Music training alters the course of adolescent auditory development
Tierney, Adam and Krizman, J. and Kraus, N. (2015) Music training alters the course of adolescent auditory development. Proceedings of the National Academy of Sciences of the United States of America 112 (32), pp. 10062-10067. ISSN 0027-8424.
Fundamental changes in brain structure and function during adolescence are well characterized, but the extent to which experience modulates adolescent neurodevelopment are not. Musical experience provides an ideal case for examining this question because the influence of music training begun early in life is well known. We investigated the effects of in-school music training, previously shown to enhance auditory skills, versus another in-school training program that did not focus on development of auditory skills (active control).
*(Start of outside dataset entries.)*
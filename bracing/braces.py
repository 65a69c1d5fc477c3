"""Brace geometry and forces (design.md §6): small pure formulas over numpy arrays.

Section: the wall pivots at its base; a brace pins to the wall at insert height `hb` and to the
slab or ground at distance `d` from the wall face. Plan: braces at positions `x_i` along the wall
share the wind by statics, carrying all the twist (no twist restraint credited at the base).
"""

from __future__ import annotations

import functools

import numpy as np


def brace_geometry(insert_height_ft, anchor_distance_ft, insert_offset_ft=0.0,
                   foot_offset_ft=0.0, base_below_slab_ft=0.0):
    """Run, rise, angle (deg) and pin-to-pin length of a brace (geometry).

    The insert pin stands `insert_offset` out from the face, the foot pin `foot_offset` above
    the slab, and the wall's base (its pivot) `base_below_slab` below the slab.
    """
    run = np.asarray(anchor_distance_ft, dtype=float) - insert_offset_ft
    rise = np.asarray(insert_height_ft, dtype=float) - base_below_slab_ft - foot_offset_ft
    return run, rise, np.degrees(np.arctan2(rise, run)), np.hypot(run, rise)


def anchor_distance_for_angle(insert_height_ft, angle_deg, insert_offset_ft=0.0,
                              foot_offset_ft=0.0, base_below_slab_ft=0.0):
    """Foot distance from the wall face that gives a brace `angle_deg` from horizontal."""
    rise = np.asarray(insert_height_ft, dtype=float) - base_below_slab_ft - foot_offset_ft
    return rise / np.tan(np.radians(angle_deg)) + insert_offset_ft


def default_positions(width_ft, count, strip=None):
    """Centres of `count` equal strips along a wall `width_ft` long (design.md §6); `strip`
    numbers the strips wanted (default all; arrays broadcast, for many walls at once)."""
    return ((np.arange(count) if strip is None else strip) + 0.5) * width_ft / count


def total_brace_reaction(force_lb, lever_ft, insert_height_ft):
    """Sum of the braces' horizontal reactions: moments about the base pivot, F z_F / hb."""
    return force_lb * lever_ft / insert_height_ft


def lean_reaction(weight_lb, centroid_height_ft, wall_height_ft, insert_height_ft,
                  lean_ft, slop_ft):
    """Horizontal brace reaction from the wall's weight leaning out of plumb (statics).

    The centroid sits off the pivot by (lean / s + slop / hb) x z_c; the braces hold D e / hb.
    """
    offset = (lean_ft / wall_height_ft + slop_ft / insert_height_ft) * centroid_height_ft
    return weight_lb * offset / insert_height_ft


def brace_lever(positions_ft, mask):
    """Count, centroid, arms from the centroid and polar sum of a brace pattern (statics);
    constant for a layout, so computed once and shared by every load case."""
    n = slot_sum(mask, 0)
    x = np.where(mask, positions_ft, 0.0)
    xc = slot_sum(x) / n
    arm = np.where(mask, positions_ft - xc[..., None], 0.0)
    return n, xc, arm, slot_sum(arm**2)


def brace_shares(total_h, force_lb, force_at_ft, wall_centre_ft, positions_ft, mask, lever=None):
    """Horizontal reaction of each brace: the even share plus the twist (design.md §6).

    R_i = sum(R)/n + M_t (x_i - x_c) / sum((x_j - x_c)^2), with
    M_t = F (x_F - x_c) - (F - sum(R)) (x_w - x_c). Arrays: (..., walls) for loads, (walls,
    braces) for positions with `mask` true where a brace exists; `lever` from `brace_lever`.
    """
    lever = lever if lever is not None else brace_lever(positions_ft, mask)
    share, per_arm = share_and_twist(total_h, force_lb, force_at_ft, wall_centre_ft, lever)
    with np.errstate(invalid="ignore"):
        return np.where(mask, each_share(share, per_arm, lever[2]), np.nan)


def each_share(share, per_arm, arm):
    """Each brace's reaction from the terms of `share_and_twist`: R_i = share + per_arm (x_i -
    x_c) (statics; `arm`: x_i - x_c of each slot, from `brace_lever`, 0 at an empty slot)."""
    return share[..., None] + per_arm[..., None] * arm


def share_and_twist(total_h, force_lb, force_at_ft, wall_centre_ft, lever):
    """The two terms of `brace_shares` for each wall: the even share sum(R)/n and the twist per
    ft of arm M_t / sum((x_j - x_c)^2); brace i then takes share + per_arm (x_i - x_c)."""
    n, xc, _, polar = lever
    twist = force_lb * (force_at_ft - xc) - (force_lb - total_h) * (wall_centre_ft - xc)
    apart = polar > 0
    if apart.all():  # every pattern has a lever against twist
        return total_h / n, twist / polar
    with np.errstate(divide="ignore", invalid="ignore"):
        per_arm = np.where(apart, twist / polar, 0.0)
    # Braces at one point (a single brace) have no lever against twist, and the base is given
    # none (design.md §6): any twist left is more than they can carry.
    loose = (polar <= 0) & (np.abs(twist) > 1e-9 * (np.abs(force_lb) + np.abs(total_h) + 1.0))
    return np.where(loose, np.inf, total_h / n), per_arm


def axial_force(horizontal_lb, angle_deg):
    """Brace axial force from its horizontal reaction, P = R_h / cos(theta) (statics)."""
    with np.errstate(over="ignore"):
        return horizontal_lb / np.cos(np.radians(angle_deg))


def components(axial_lb, angle_deg=None, cos_sin=None):
    """Horizontal and vertical components of a brace force, P cos(theta) and P sin(theta)
    (statics); `cos_sin`: the angle's cosine and sine worked out beforehand (a search asks
    for the same angles many times), in place of `angle_deg`."""
    if cos_sin is None:
        theta = np.radians(angle_deg)
        cos_sin = np.cos(theta), np.sin(theta)
    return axial_lb * cos_sin[0], axial_lb * cos_sin[1]


def propped_wall_moments(line_load_plf, wall_height_ft, insert_height_ft):
    """Largest bending moments (lb-ft per ft of width) of a wall pinned at its base and propped.

    Uniform pressure w on a beam pinned at 0, propped at hb, overhanging to s (statics):
    R_0 = w s - w s^2 / (2 hb); span moment R_0^2 / (2 w) where R_0 > 0; cantilever
    moment w (s - hb)^2 / 2 at the prop.
    """
    w, s, hb = line_load_plf, wall_height_ft, insert_height_ft
    base = w * s - w * s**2 / (2.0 * hb)
    with np.errstate(divide="ignore", invalid="ignore"):
        span = np.where(base > 0, base**2 / (2.0 * w), 0.0)
    cantilever = w * (s - hb) ** 2 / 2.0
    return span, cantilever


def modulus_of_rupture(fc_psi, lam=1.0):
    """Concrete modulus of rupture f_r = 7.5 lambda sqrt(f'c), psi (ACI 318-19 Eq. 19.2.3.1)."""
    return 7.5 * lam * np.sqrt(fc_psi)


def cracking_moment(fr_psi, thickness_in):
    """Moment per ft of width that cracks a solid section, f_r S with S = 12 t^2 / 6 (lb-ft/ft)."""
    return fr_psi * 12.0 * thickness_in**2 / 6.0 / 12.0


def slot_sum(values, start=0.0):
    """Each wall's sum over its brace slots (the last axis), taken a slot at a time like
    `worst_brace`; with `start` 0 it counts the true slots of a mask."""
    return functools.reduce(np.add, np.moveaxis(values, -1, 0), start)


def worst_brace(values):
    """Each wall's largest value over its brace slots (the last axis), taken a slot at a time:
    numpy's own reduction over so short an axis is many times slower."""
    return functools.reduce(np.maximum, np.moveaxis(values, -1, 0))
We tested adolescents on neural responses to sound and language skills before they entered high school (pre-training) and again three years later. Here we show that in-school music training begun in high school prolongs the stability of subcortical sound processing and accelerates maturation of cortical auditory responses. Although phonological processing improved in both the music training and active control groups, the enhancement was greater in adolescents who underwent music training. Thus, music training initiated as late as adolescence can enhance neural processing of sound and confer benefits for language skills. These results establish the potential for experience-driven brain plasticity during adolescence, and demonstrate that in-school programs can engender these changes.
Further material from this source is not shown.